Liability depends on your service agreement. Most payroll bureau contracts specify that the bureau is liable for penalties arising from their own errors (e.g., wrong RTI submission), but you remain liable for penalties caused by data you provide late or incorrectly. Under HMRC rules, the employer is always the legally responsible party for PAYE compliance — you cannot delegate legal liability. However, reputable bureaux carry professional indemnity insurance and will typically reimburse penalties they caused. Always check PI cover limits and liability clauses before signing a bureau agreement.

What happens to my employees’ data if I use a payroll bureau?

When you use a payroll bureau, they act as a data processor under UK GDPR and you remain the data controller. You must have a written Data Processing Agreement (DPA) with the bureau under Article 28 UK GDPR, specifying how they handle, store, and delete employee data. Employee payroll data is sensitive — it includes NI numbers, salary, and bank details. Verify the bureau’s ICO registration, ISO 27001 certification if available, and data storage location (UK or EEA servers preferred post-Brexit).

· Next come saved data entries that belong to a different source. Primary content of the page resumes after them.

package ingest_test

import (
	"fmt"
	"os"
	"strings"

	"realpart/ingest"
)

func ExampleRead() {
	text := "Frequency (kHz),|Z| (mOhm),Phase (deg)\n0.1,159160,-89.9\n10,1592,-89.2\n1000,22.4,-18.1\n"
	sweeps, err := ingest.Read("c017.csv", strings.NewReader(text), nil)
	if err != nil {
		fmt.Println(err)
		return
	}
	for i, f := range sweeps[0].Freq {
		fmt.Printf("%s: %.4g Hz, %.4g Ω\n", sweeps[0].Part, f, sweeps[0].Z[i])
	}
	if err := sweeps[0].Reading.WriteText(os.Stdout); err != nil {
		fmt.Println(err)
	}
	// Output:
	// c017: 100 Hz, (0.2778-159.2i) Ω
	// c017: 1e+04 Hz, (0.02223-1.592i) Ω
	// c017: 1e+06 Hz, (0.02129-0.006959i) Ω
	// c017.csv
	//   format     delimited text
	//   encoding   UTF-8
	//   delimiter  comma, decimal point
	//   header     line 1
	//   column 1   "Frequency (kHz)": frequency in kHz
	//   column 2   "|Z| (mOhm)": |Z| in mOhm
	//   column 3   "Phase (deg)": phase of Z in deg
	//   rows       3 read, 0 dropped
}
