// build converts the parameters to the part's impedance.
func (t *touchstone) build() {
	p := t.p
	refs := t.option.reference
	ref := refs[0]
	conn := t.opt.Connection
	name := string(t.option.parameter)
	where := &Error{File: t.name, Line: int(t.optLine.num), Column: 1, bare: true}
	switch {
	case len(t.freq) == 0:
		where.Found, where.Expected = "only an option line", "rows of numbers"
		p.faults = append(p.faults, where)
		return
	case t.ports <= 1 && (conn == ConnectionSeries || conn == ConnectionShunt):
		where.Found, where.Expected, where.Hint, where.Err = "one port", "two ports for --connection "+conn, "--connection reflection, or none", ErrUsage
		p.faults = append(p.faults, where)
		return
	case t.ports <= 1:
		conn = ConnectionReflection
	case conn == "":
		where.Found, where.Expected, where.Hint, where.Err = "two ports", "how the part was connected",
			"--connection series, shunt or reflection", ErrConnection
		p.faults = append(p.faults, where)
		return
	case conn != ConnectionReflection && len(refs) > 1 && refs[0] != refs[1]:
		where.Found, where.Expected = fmt.Sprintf("%g Ω and %g Ω", refs[0], refs[1]), "the same reference resistance at both ports"
		p.faults = append(p.faults, where)
		return
	}
	d := &partData{meta: p.meta, freq: t.freq, line: t.rows, z: make([]complex128, len(t.freq))}
	direct := t.ports <= 1 && t.option.parameter != 'S'
	if !direct {
		d.reference, d.connection = ref, conn
		d.s = make([]complex128, len(t.freq))
	}
	normalised := t.version == "1.1"
	for i, v := range t.data {
		if direct {
			switch n := v[0]; {
			case t.option.parameter == 'Z' && normalised:
				d.z[i] = n * complex(ref, 0)
			case t.option.parameter == 'Z':
				d.z[i] = n
			case normalised:
				d.z[i] = complex(ref, 0) / n
			default:
				d.z[i] = 1 / n
			}
			continue
		}
		s := t.scattering(v, ref, normalised)
		k := 1 // S21
		if conn == ConnectionReflection {
			k = 0
		}
		d.s[i] = s[k]
		d.z[i] = ImpedanceFromS(s[k], ref, conn)
	}
	p.parts = append(p.parts, d)
	r := &p.reading
	r.RowsUsed = len(t.freq)
	r.HeaderLine = int(t.optLine.num)
	r.Notes = append(r.Notes, fmt.Sprintf("%d port(s), %s-parameters, %s, frequency in %s, reference %g Ω", t.ports, name, t.option.format, t.option.unit, ref))
	if !direct {
		r.Notes = append(r.Notes, "connection: "+conn)
	}
}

Failing to have a DPA in place exposes you to ICO enforcement action.

When does it make financial sense to switch from payroll software to a bureau?

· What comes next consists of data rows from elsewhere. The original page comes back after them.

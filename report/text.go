package report

import (
	"fmt"
	"io"
	"maps"
	"slices"
	"strings"
	"unicode"

	"github.com/rivo/uniseg"

	"realpart/models"
	"realpart/models/quantity"
)

// TextOptions steer [WriteText].
type TextOptions struct {
	// Width in columns; 0 means 80. Less than 60 is taken as 60.
	Width int
	// Quiet leaves the cautions out.
	Quiet bool
	// All adds the table of candidates.
	All bool
	// Colour sets headings and warnings off with ANSI attributes. Nothing is
	// said by colour alone.
	Colour bool
	// Reading holds lines on how the file was understood, shown under the
	// heading "Reading"; nil: none.
	Reading []string
}

// Cautions are shown with every result that may end up in a decision.
func Cautions() []string {
	return []string{
		"Stored charge: discharge a capacitor, and wait for dielectric absorption, before touching or measuring it.",
		"A small-signal sweep at one bias and one temperature is not the part in service: capacitance, inductance and losses change with both, with signal level and with age.",
		"Ratings are not in a sweep. The data sheet, local codes and a qualified person decide.",
	}
}

// WriteText writes a record for a person to read: warnings first, then the
// circuit with its values, self-resonances, residuals and figures.
func WriteText(w io.Writer, f *Fit, o TextOptions) error {
	t := &text{width: max(60, o.Width), colour: o.Colour}
	if o.Width == 0 {
		t.width = 80
	}
	t.heading(f)
	if f.Status == FitFailed {
		t.warn("No result: " + f.Error.Location() + f.Error.Text)
		_, err := io.WriteString(w, t.b.String())
		return err
	}
	t.warnings(f)
	if o.Reading != nil {
		t.title("Reading")
		for _, line := range o.Reading {
			t.paragraph("  ", "  ", line)
		}
	}
	t.circuit(f)
	t.parameters(f)
	t.resonances(f)
	t.residuals(f)
	t.figures(f)
	if len(f.Advice) > 0 {
		t.title("What the next sweep would give")
		for _, a := range f.Advice {
			t.paragraph("  ", "    ", a.Text)
		}
	}
	if o.All {
		t.candidates(f)
	}
	if !o.Quiet {
		t.title("Cautions")
		for _, c := range Cautions() {
			t.paragraph("  ", "  ", c)
		}
	}
	_, err := io.WriteString(w, t.b.String())
	return err
}

// Location gives "file:line:column: " as far as it is known.
func (e *Error) Location() string {
	s := e.File
	if e.Line > 0 {
		s += fmt.Sprintf(":%d", e.Line)
		if e.Column > 0 {
			s += fmt.Sprintf(":%d", e.Column)
		}
	}
	if s == "" {
		return ""
	}
	return s + ": "
}

// text gathers lines for a terminal.
type text struct {
	b      strings.Builder
	width  int
	colour bool
}

// line writes a line; no-break spaces have done their work by now.
func (t *text) line(s string) {
	t.b.WriteString(strings.TrimRight(strings.ReplaceAll(s, "\u00a0", " "), " ") + "\n")
}

// ANSI attributes (ECMA-48, SGR): bold, and yellow foreground.
const (
	bold   = "\x1b[1m"
	yellow = "\x1b[33m"
	reset  = "\x1b[0m"
)

func (t *text) set(attribute, s string) string {
	if !t.colour {
		return s
	}
	return attribute + s + reset
}

func (t *text) title(s string) {
	t.line("")
	t.line(t.set(bold, s))
}

func (t *text) warn(s string) {
	for _, line := range wrap(clean(s), t.width) {
		t.line(t.set(yellow, line))
	}
}

// paragraph wraps a text, with indents for its first and its other lines.
func (t *text) paragraph(first, rest, s string) {
	for i, line := range wrap(clean(s), t.width-uniseg.StringWidth(first)) {
		if i == 0 {
			t.line(first + line)
		} else {
			t.line(rest + line)
		}
	}
}

func (t *text) heading(f *Fit) {
	name := clean(f.Sweep.Part)
	if name == "" {
		name = clean(f.Sweep.File)
	}
	s := t.set(bold, name)
	if f.Sweep.Lot != "" {
		s += "  (lot " + clean(f.Sweep.Lot) + ")"
	}
	t.line(s)
	if f.Sweep.File != "" && f.Sweep.File != f.Sweep.Part {
		t.line(clean(f.Sweep.File))
	}
	if f.Sweep.Points > 0 {
		points := quantity.Count(f.Sweep.Points, "point")
		if f.Sweep.UsedPoints != f.Sweep.Points {
			points = fmt.Sprintf("%d of %s used", f.Sweep.UsedPoints, quantity.Count(f.Sweep.Points, "point"))
		}
		t.line(points + ", " + FormatFrequency(f.Sweep.FMin) + " to " + FormatFrequency(f.Sweep.FMax))
	}
	for _, key := range slices.Sorted(maps.Keys(f.Sweep.Metadata)) {
		t.paragraph("", "  ", key+": "+f.Sweep.Metadata[key])
	}
}

func (t *text) warnings(f *Fit) {
	all := f.AllWarnings()
	if len(all) == 0 {
		return
	}
	t.line("")
	t.line(t.set(bold+yellow, "Warnings"))
	for i, w := range all {
		number := fmt.Sprintf("%3d  ", i+1)
		t.paragraph(number, strings.Repeat(" ", len(number)), w.Code+": "+w.Text)
	}
}

func (t *text) circuit(f *Fit) {
	heading := "Circuit"
	if f.Circuit.Name != "" {
		heading += " " + f.Circuit.Name
	}
	if f.Kind != "" && f.Kind != models.AnyPart {
		heading += " (" + string(f.Kind) + ")"
	}
	t.title(heading)
	t.paragraph("  ", "    ", f.Circuit.Expression)
	c, err := models.Parse(f.Circuit.Expression)
	if err != nil || len(c.Parameters()) != len(f.Parameters) {
		return // a record from outside; the values below stand on their own
	}
	labels := make([]string, len(f.Parameters))
	for i, p := range f.Parameters {
		labels[i] = p.Short()
	}
	for _, labels := range [][]string{labels, make([]string, len(labels))} {
		drawing := drawLabelled(c, labels)
		if textWidth(drawing) <= t.width-2 {
			t.line("")
			for line := range strings.Lines(drawing) {
				t.line("  " + strings.TrimRight(line, "\n"))
			}
			return
		}
	}
}

func (t *text) parameters(f *Fit) {
	t.title("Values")
	rows := [][]string{{"", "", "95 % interval", "", ""}}
	for _, p := range f.Parameters {
		value, interval, relative := p.Texts()
		row := []string{p.Name, value, interval, relative, ""}
		if t.width >= 100 {
			row[4] = meaning(f.Circuit.Expression, p.Name)
		}
		rows = append(rows, row)
	}
	t.table(rows, "lllrl")
	switch {
	case f.AccuracyStated():
		t.paragraph("  ", "  ", "Intervals cover the scatter of the points and the meter's stated accuracy.")
	default:
		t.paragraph("  ", "  ", "Meter accuracy not stated: intervals cover scatter only.")
	}
}

// meaning gives the trade's word for a parameter.
func meaning(expression, name string) string {
	c, err := models.Parse(expression)
	if err != nil {
		return ""
	}
	if i, ok := c.Index(name); ok {
		return c.Parameters()[i].Quantity
	}
	return ""
}

func (t *text) resonances(f *Fit) {
	t.title("Self-resonance")
	if len(f.SelfResonance) == 0 {
		t.line("  none from a decade below to a decade above the sweep")
		return
	}
	rows := [][]string{{"", "95 % interval", "kind", "Z there", ""}}
	for _, r := range f.SelfResonance {
		freq, interval, impedance := r.Texts()
		where := "in the sweep"
		if !r.InSweep {
			where = "outside the sweep: from the circuit alone"
			if t.width < 100 {
				where = "outside the sweep"
			}
		}
		rows = append(rows, []string{freq, interval, string(r.Kind), impedance, where})
	}
	t.table(rows, "lllll")
}

func (t *text) residuals(f *Fit) {
	t.title("Residuals")
	r := f.Residuals
	s := fmt.Sprintf("rms %s, worst %s at %s", FormatPercent(r.RMSRelative), FormatPercent(r.MaxRelative), FormatFrequency(r.MaxAtHz))
	if r.Lag1 != nil {
		s += fmt.Sprintf(", correlation of neighbours %s", signed(*r.Lag1))
	}
	t.paragraph("  ", "  ", s)
	if r.Structured && !f.warned("structured-residual") {
		t.paragraph("  ", "  ", "Structured: neighbours deviate alike, so this circuit does not describe the part to the accuracy of the points.")
	}
}

func signed(v float64) string {
	return strings.Replace(fmt.Sprintf("%.2f", v), "-0.00", "0.00", 1)
}

// shown lists the figures that a text gives of a kind of part; JSON has all.
var shown = map[models.Kind][]models.Figure{
	models.CapacitorPart: {models.Cs, models.ESR, models.D, models.Zabs},
	models.InductorPart:  {models.Ls, models.ESR, models.Q, models.Zabs},
	models.BeadPart:      {models.Zabs, models.ESR, models.X, models.Phase},
	models.ResistorPart:  {models.ESR, models.X, models.Zabs, models.Phase},
	models.ResonatorPart: {models.Zabs, models.Phase, models.ESR, models.X},
}

// ShownFigures returns the figures that a report for people gives of a kind of
// part, in their order.
func ShownFigures(kind models.Kind) []models.Figure {
	if figures, ok := shown[kind]; ok {
		return slices.Clone(figures)
	}
	return []models.Figure{models.Zabs, models.Phase, models.ESR, models.X}
}

func (t *text) figures(f *Fit) {
	wanted := ShownFigures(f.Kind)
	rows := [][]string{{"at", "", "fitted", "95 % interval", "measured", ""}}
	last, below := 0.0, false
	for _, v := range f.Figures {
		if !slices.Contains(wanted, v.Name) {
			continue
		}
		value, interval, measured := v.Texts()
		row := []string{"", string(v.Name), value, interval, measured, ""}
		if v.AtHz != last {
			row[0] = FormatFrequency(v.AtHz)
			last = v.AtHz
		}
		if v.BelowResolution != nil && *v.BelowResolution && v.Name == models.ESR {
			row[5] = "*"
			below = true
		}
		rows = append(rows, row)
	}
	if len(rows) == 1 {
		return
	}
	t.title("Figures")
	t.table(rows, "rlllll")
	if below {
		t.paragraph("  * ", "    ", "below the meter's resolution there: |Z| times the stated phase accuracy is more")
	}
}

func (t *text) candidates(f *Fit) {
	if len(f.Candidates) == 0 {
		return
	}
	t.title("Candidates")
	if f.KindReason != "" {
		t.paragraph("  ", "  ", "Kind "+string(f.Kind)+": "+f.KindReason)
	}
	rows := [][]string{{"", "circuit", "AICc", "rms", "why"}}
	for _, c := range f.Candidates {
		row := []string{"", c.Name, "", "", c.Reason}
		if c.Name == "" {
			row[1] = c.Expression
		}
		if c.Chosen {
			row[0] = "→"
		}
		if c.AICc != nil {
			row[2] = fmt.Sprintf("%.1f", *c.AICc)
		}
		if c.RMSRelative != nil {
			row[3] = FormatPercent(*c.RMSRelative)
		}
		rows = append(rows, row)
	}
	t.table(rows, "llrrl")
}

// table writes rows in columns two spaces apart; align has l or r for each.
// The last column wraps.
func (t *text) table(rows [][]string, align string) {
	width := make([]int, len(align))
	for _, row := range rows {
		for i, cell := range row {
			row[i] = clean(cell)
			width[i] = max(width[i], uniseg.StringWidth(row[i]))
		}
	}
	last := len(align) - 1
	indent := 2
	for _, w := range width[:last] {
		if w > 0 {
			indent += w + 2
		}
	}
	for _, row := range rows {
		s := "  "
		for i, cell := range row[:last] {
			if width[i] == 0 {
				continue
			}
			pad := strings.Repeat(" ", width[i]-uniseg.StringWidth(cell))
			if align[i] == 'r' {
				s += pad + cell + "  "
			} else {
				s += cell + pad + "  "
			}
		}
		tail := row[last]
		if align[last] == 'r' {
			tail = strings.Repeat(" ", width[last]-uniseg.StringWidth(tail)) + tail
		}
		room := max(t.width-indent, 16)
		for k, part := range wrap(tail, room) {
			if k > 0 {
				s = strings.Repeat(" ", indent)
			}
			t.line(s + part)
		}
	}
}

// wrap breaks a text at spaces, other than no-break spaces, into lines of a
// width; a longer word stays whole. There is always one line.
func wrap(s string, width int) []string {
	var lines []string
	line, used := "", 0
	for _, word := range strings.FieldsFunc(s, func(r rune) bool { return r == ' ' || r == '\t' || r == '\n' }) {
		w := uniseg.StringWidth(word)
		if used > 0 && used+1+w > width {
			lines = append(lines, line)
			line, used = "", 0
		}
		if used > 0 {
			line += " "
			used++
		}
		line += word
		used += w
	}
	return append(lines, line)
}

// clean makes text from a file harmless on a terminal: control characters and
// those that change the direction of writing become "·".
func clean(s string) string {
	return strings.Map(func(r rune) rune {
		switch {
		case r == '\t' || r == '\n' || r == '\r':
			return ' '
		case unicode.IsControl(r), unicode.Is(unicode.Bidi_Control, r), r == '\u2028', r == '\u2029':
			return '·'
		}
		return r
	}, s)
}

func textWidth(s string) int {
	width := 0
	for line := range strings.Lines(s) {
		width = max(width, uniseg.StringWidth(strings.TrimRight(line, "\n")))
	}
	return width
}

The break-even point typically occurs around 20–30 employees, when the time cost of running payroll in-house (often 4–8 hours/month for this headcount) starts to exceed bureau fees. Other triggers for switching: high staff turnover (frequent starter/leaver processing), complex pay structures (multiple pay rates, commission, expenses), TUPE transfers, or a previous RTI penalty from an internal error. Bureau services also make sense during periods of business change — acquisitions, restructures, or when a payroll-experienced employee leaves.

Can I switch from a payroll bureau back to in-house payroll software?

Yes, switching from a bureau to in-house payroll is common, particularly when businesses scale up and hire a dedicated payroll or HR function. The key steps are: give your bureau notice per the contract (typically 1–3 months), request a full data export including historical payroll data and employee records, select and configure your new payroll software (HMRC-recognised options include Sage, BrightPay, Moneysoft), and run parallel payrolls for at least one period to validate accuracy before going fully in-house. Timing the switch to the start of a new tax year (April) simplifies P60 and year-end reporting.